Gold starts week under pressure as US-Iran stalemate and strong Dollar cap XAU/USD

- Gold starts the week on the back foot as slow US-Iran talks keep buyers cautious.
- The US Dollar remains the preferred safe-haven asset, weighing on XAU/USD despite elevated geopolitical risks.
- Technically, XAU/USD remains bearish, while weak momentum indicators underpin the downside bias.
Gold (XAU/USD) kicks off the week with a negative bias as slow progress toward a US-Iran ceasefire extension deal and fresh attacks in the Middle East keep buyers cautious. At the time of writing, XAU/USD is trading around $4,500 after hitting a two-week high near $4,595 on Friday.

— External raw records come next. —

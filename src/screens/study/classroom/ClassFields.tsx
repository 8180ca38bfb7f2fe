import type { Study } from '../../../model/study.ts';
import type { ClassWish } from '../../../tasks/index.ts';
import { TextField } from '../../../ui/Field.tsx';
import { useWords } from '../../services.ts';
import { ConditionChoice } from './ConditionChoice.tsx';

interface Props {
  readonly study: Study;
  readonly value: ClassWish;
  readonly onChange: (value: ClassWish) => void;
}

/** What is asked of a class: its name and its condition. */
export function ClassFields({ study, value, onChange }: Props) {
  const words = useWords();
  return (
    <>
      <TextField
        label={words.study.className}
        maxLength={200}
        value={value.name}
        onChange={(event) => onChange({ ...value, name: event.target.value })}
      />
      <ConditionChoice
        study={study}
        value={value.condition}
        onChange={(condition) => onChange({ ...value, condition })}
      />
    </>
  );
}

US Central Command (CENTCOM) said it carried out “self-defense strikes” on Iranian radar and drone facilities over the weekend. Iran’s Revolutionary Guard said on Monday they had targeted an air base used by US forces in retaliation for an attack on southern Iran. At the same time, Israel has expanded military operations against Hezbollah in Lebanon.
Iran’s Foreign Ministry spokesperson Esmaeil Baghaei said “lack of trust, constant changes in the US position and Israeli actions in Lebanon” are delaying the diplomatic process. However, he added that message exchanges between Washington and Tehran are still ongoing.
Negotiations between Washington and Tehran continue to face hurdles as both sides remain far apart on major issues such as Iran’s nuclear program, sanctions relief and the future status of the Strait of Hormuz.
Despite heightened geopolitical tensions, XAU/USD is down more than 15% since the war began and is nearly 20% below its all-time high near $5,600, set in late January. The US Dollar (USD) has emerged as the preferred safe-haven asset at the expense of Gold.
A stronger Greenback makes Gold more expensive for foreign buyers. Another headwind for the precious metal comes from the sharp rise in Crude Oil prices.
Higher energy costs are adding to inflationary pressure and reinforcing expectations that major central banks, including the Federal Reserve (Fed), may need to keep monetary policy tighter for longer.
While Gold is traditionally seen as a hedge against inflation, for now markets are paying more attention to where interest rates are headed. A higher interest rate environment raises the opportunity cost of holding non-yielding assets.
According to the CME FedWatch Tool, markets are pricing in a 40% chance of a 25-basis-point (bps) rate hike at the December meeting. Resilient US economic data has also dimmed hopes for near-term interest rate cuts.
Against this backdrop, any recovery in Gold is likely to attract selling interest unless Washington and Tehran reach a lasting agreement that drives Oil prices lower and helps ease inflation concerns.
Looking ahead, traders await the US Nonfarm Payrolls (NFP) report due on Friday for fresh clues on the Fed’s interest-rate path. Before that, attention on Monday will turn to the release of the US ISM Manufacturing Purchasing Managers Index (PMI) data.
Technical analysis: XAU/USD stays bearish below $4,600 resistance

On the daily chart, XAU/USD holds a modest bearish bias, with price retreating below the nearby horizontal resistance at $4,600 while remaining capped well beneath the 100-day Simple Moving Average (SMA) at roughly $4,802.
The 200-day SMA at about $4,411 sits below spot and still underpins the broader uptrend, but the Relative Strength Index (RSI) near 43 and a modest Average Directional Index (ADX) around 24 suggest soft downside pressure in a relatively weak directional environment.
On the topside, initial resistance is seen at the $4,600 horizontal barrier, with a sustained break needed to expose the 100-day SMA near $4,802 as the next bullish objective.
On the downside, immediate support is provided by the 200-day SMA around $4,411, ahead of more substantial structural demand at the $4,100 horizontal level. A daily close below this latter floor would likely reinforce the prevailing bearish tone.